(Stored data entries)
= Beginning of Section =

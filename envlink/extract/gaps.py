"""Longitude gaps of regional grids across ±180°: the longitudes such a grid does not cover.

A site (or every vertex of a polygon) in a gap is outside the grid, whatever rule
answers it; see :func:`in_lon_gap`.
"""

from __future__ import annotations

from typing import TYPE_CHECKING

import numpy as np

if TYPE_CHECKING:
    from envlink.extract.spatial import GridGeometry

__all__ = ["in_lon_gap", "lon_gaps"]


def in_lon_gap(geom: GridGeometry, lon: np.ndarray) -> np.ndarray:
    """Sites in a longitude gap of a regional lat/lon grid (one crossing the antimeridian).

    A regional grid from 170°E to 170°W is stored, in [-180, 180), as -179.5 … -170.5
    then 170.5 … 179.5: its centres jump across the longitudes it does not cover. A
    site in that jump (e.g. at 0°) is beyond the grid's edges, never in the cells on
    either side of it. Only grids whose centres run on across ±180° are looked at
    (so stretched regional grids are left alone); the jump is a spacing over 1.5
    times the median, and the covered part ends half a (neighbouring) step past
    each centre.

    Examples
    --------
    >>> from envlink.testing import make_grid
    >>> g = make_grid(np.zeros((1, 1, 4)), lat=[0.5], lon=[-179.5, -178.5, 178.5, 179.5])
    >>> from envlink.extract.spatial import GridGeometry
    >>> in_lon_gap(GridGeometry(g), np.array([179.9, -178.1, 0.0, 177.5])).tolist()
    [False, False, True, True]
    """
    out = np.zeros(lon.shape, dtype=bool)
    for left, right in lon_gaps(geom):
        out |= (lon > left + 1e-9) & (lon < right - 1e-9)
    return out


def lon_gaps(geom: GridGeometry) -> list[tuple[float, float]]:
    """The uncovered longitude intervals of a regional grid across ±180° (see above)."""
    if geom.kind != "regular" or geom.is_global or geom.lon.size < 3:
        return []
    c = np.asarray(geom.lon, dtype=np.float64)
    d = np.diff(c)
    step = float(np.median(d))
    if c[0] + 360.0 - c[-1] > 1.5 * step:  # does not run on across ±180°: no such gap
        return []
    gaps = []
    for k in np.nonzero(d > 1.5 * step)[0]:
        left = c[k] + 0.5 * (d[k - 1] if k > 0 else step)
        right = c[k + 1] - 0.5 * (d[k + 1] if k + 1 < d.size else step)
        gaps.append((float(left), float(right)))
    return gaps
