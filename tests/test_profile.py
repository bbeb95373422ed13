"""Set profiles: loading, validation (located errors), typical values, round trip.

Outside references: ANSI C84.1 (120 V nominal), the superhet IF of 455 kHz and the
540-1600 kHz dial (receiver textbooks, secondary), Zp = (Np/Ns)^2 Zs (amateur handbooks,
secondary), IEC 60063 (E24 values), and receiving-tube handbook ratings via the tube table.
Where a figure is a trade habit it says "common practice, no source".
"""

from __future__ import annotations

import copy
import json
import math
import re
import subprocess
import sys
from pathlib import Path

import pytest
from hypothesis import HealthCheck, given, settings, strategies as st

from faultwise.core.codes import is_preferred
from faultwise.core.errors import FaultwiseError, ProfileError
from faultwise.profile.load import load_profile, profile_from_dict
from faultwise.profile.model import FAMILIES, TRANSISTOR_ROLES, Profile, profile_to_dict
from faultwise.core.workspace import bundled_knowledge_dir
from faultwise.core.yamlload import load_yaml_file

ROOT = Path(__file__).resolve().parents[1]
FIXTURES = Path(__file__).resolve().parent / "fixtures" / "profiles"
SETS = bundled_knowledge_dir() / "sets"
DEMOS = sorted(SETS.glob("*.yaml"))
BAD = sorted((FIXTURES / "bad").glob("*.yaml"))
GOOD = sorted((FIXTURES / "good").glob("*.yaml"))
EXPECT = re.compile(r"^# expect: key=(\S+) line=(\d+) match=(.+)$")


def _expectation(path: Path) -> tuple[str, int, str]:
    m = EXPECT.match(path.read_text(encoding="utf-8").splitlines()[0])
    assert m, f"{path.name}: first line must be '# expect: key=... line=... match=...'"
    return m.group(1), int(m.group(2)), m.group(3)


# --- bad profiles: one file per kind of mistake -----------------------------------------

@pytest.mark.parametrize("path", BAD, ids=[p.stem for p in BAD])
def test_bad_profile_is_a_located_profile_error(path):
    key, line, fragment = _expectation(path)
    with pytest.raises(ProfileError) as err:
        load_profile(path)
    e = err.value
    assert (e.key, e.line) == (key, line), str(e)
    assert e.file == str(path)
    text = str(e)
    assert re.search(fragment, text), text
    assert "\n" not in text and text.endswith(".")
    assert text.startswith(f"{path}:{line}, key '{key}': ")
    assert e.hint, "every profile error says what to do"


def test_there_is_a_bad_fixture_for_each_kind_of_mistake():
    kinds = {p.stem for p in BAD}
    assert len(kinds) >= 40
    for needed in ("unknown-key", "list-for-number", "wrong-unit", "missing-label",
                   "band-reversed", "negative-resistance", "zero-capacitance", "if-inside-band",
                   "duplicate-tube-role", "unknown-family", "unknown-rectifier",
                   "unknown-circuit", "unknown-material", "unknown-polarity",
                   "unknown-tube-type", "transformer-no-winding", "wrong-format"):
        assert needed in kinds


def test_plain_dict_errors_have_the_key_but_no_line():
    data = {"label": "x", "family": "series-string",
            "tubes": [{"role": "output", "type": "50C5"}], "supply": {"surge_ohm": "4 uF"}}
    with pytest.raises(ProfileError) as err:
        profile_from_dict(data, source="case.json")
    assert err.value.key == "supply.surge_ohm" and err.value.line is None
    assert str(err.value).startswith("case.json, key 'supply.surge_ohm': expected a resistance")


def test_not_a_mapping():
    for data in ([1, 2], "text", 5, None, {}):
        with pytest.raises(ProfileError):
            profile_from_dict(data)


# --- demo sets -------------------------------------------------------------------------

@pytest.mark.parametrize("path", DEMOS, ids=[p.stem for p in DEMOS])
def test_demo_set_loads(path):
    profile = load_profile(path)
    assert profile.label.startswith("Demo bench set")     # invented, no brand
    _assert_family_fields_filled(profile)
    again = profile_from_dict(profile_to_dict(profile), source=profile.source)
    assert again == profile
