For every demo set (or every profile of ``--sets``) and every fault that carries a
``model`` (:mod:`faultwise.expect.fault_models`) and applies to the set (family, ``when``, and the
roles the model names), the faulty set's readings are computed with the same engine
(:func:`faultwise.expect.fault_physics.inject` on the set's expectations). Every symptom in the
fault's priors whose walk for the family can reach the fault is walked: reading checks are
answered with the faulty nominal value, observation checks from the fault's signature
(missing: the normal choice), exactly as the sweep's walk does (``walk.auto_walk``). The
walk is then *found* (concluded this fault), *wrong* (concluded another) or *missed* (ran
out: escalated or every suspect cleared). A miss listed in ``inject_known.yaml``
(:mod:`faultwise.graph.inject_known`: the physical reason and the check that finds the fault) is
*explained*, reported but not a failure.

A second pass answers every reading with a value drawn uniformly within the faulty band
(``random.Random(f"{seed}:{set}:{fault}")``): it shows which faults a real part's spread
can hide; it is reported, not failed on.

The healthy set: every complaint of the set's family walked with nominal readings and normal
observations must end without blaming a part.

The optimal-order bound per complaint and set (:mod:`faultwise.shop.optimal_order`): hypotheses
are the faults walked (weights ``rank.fault_probabilities``, renormalised) plus the healthy
set; checks are those the complaint's walk can reach on this set, with the outcomes the
walk saw (the same classification) and the checks' minutes. The walk's prior-weighted mean
minutes are compared with it; per family, the means over the family's sets.
"""

from __future__ import annotations

import random
from collections.abc import Mapping, Sequence
from dataclasses import dataclass, field

from faultwise.core.errors import FaultwiseError
from typing import TYPE_CHECKING

from faultwise.graph.nodes import Check, Fault

if TYPE_CHECKING:
    from faultwise.graph.knowledge import Knowledge
    from faultwise.shop.optimal_order import Problem
    from faultwise.shop.sweep_results import DemoSet
    from faultwise.walk.scripted import WalkResult

SEED = 1962


@dataclass(frozen=True)
class InjectWalk:
    set_name: str
    family: str
    fault: str
    symptom: str
    concluded: str | None
    escalate: str | None
    checks: int
    minutes: float
    error: str = ""
    path: tuple = ()

    @property
    def found(self) -> bool:
        return self.concluded == self.fault and not self.error

    @property
    def wrong(self) -> bool:
        return self.concluded is not None and self.concluded != self.fault


@dataclass(frozen=True)
class HealthyWalk:
    set_name: str
    family: str
    symptom: str
    concluded: str | None
    escalate: str | None
    checks: int
    minutes: float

= End of Section =

Starting with the line with "filename tests/test_profile.py" above and going on through the line with "from faultwise.core.codes import is_preferred", transcribe every line exactly, both ends included, and add nothing.

Answer section
filename tests/test_profile.py
repository bbeb95373422ed13
"""Set profiles: loading, validation (located errors), typical values, round trip.

Outside references: ANSI C84.1 (120 V nominal), the superhet IF of 455 kHz and the
540-1600 kHz dial (receiver textbooks, secondary), Zp = (Np/Ns)^2 Zs (amateur handbooks,
secondary), IEC 60063 (E24 values), and receiving-tube handbook ratings via the tube table.
Where a figure is a trade habit it says "common practice, no source".
"""

from __future__ import annotations

import copy
import json
import math
import re
import subprocess
import sys
from pathlib import Path

import pytest
from hypothesis import HealthCheck, given, settings, strategies as st

from faultwise.core.codes import is_preferred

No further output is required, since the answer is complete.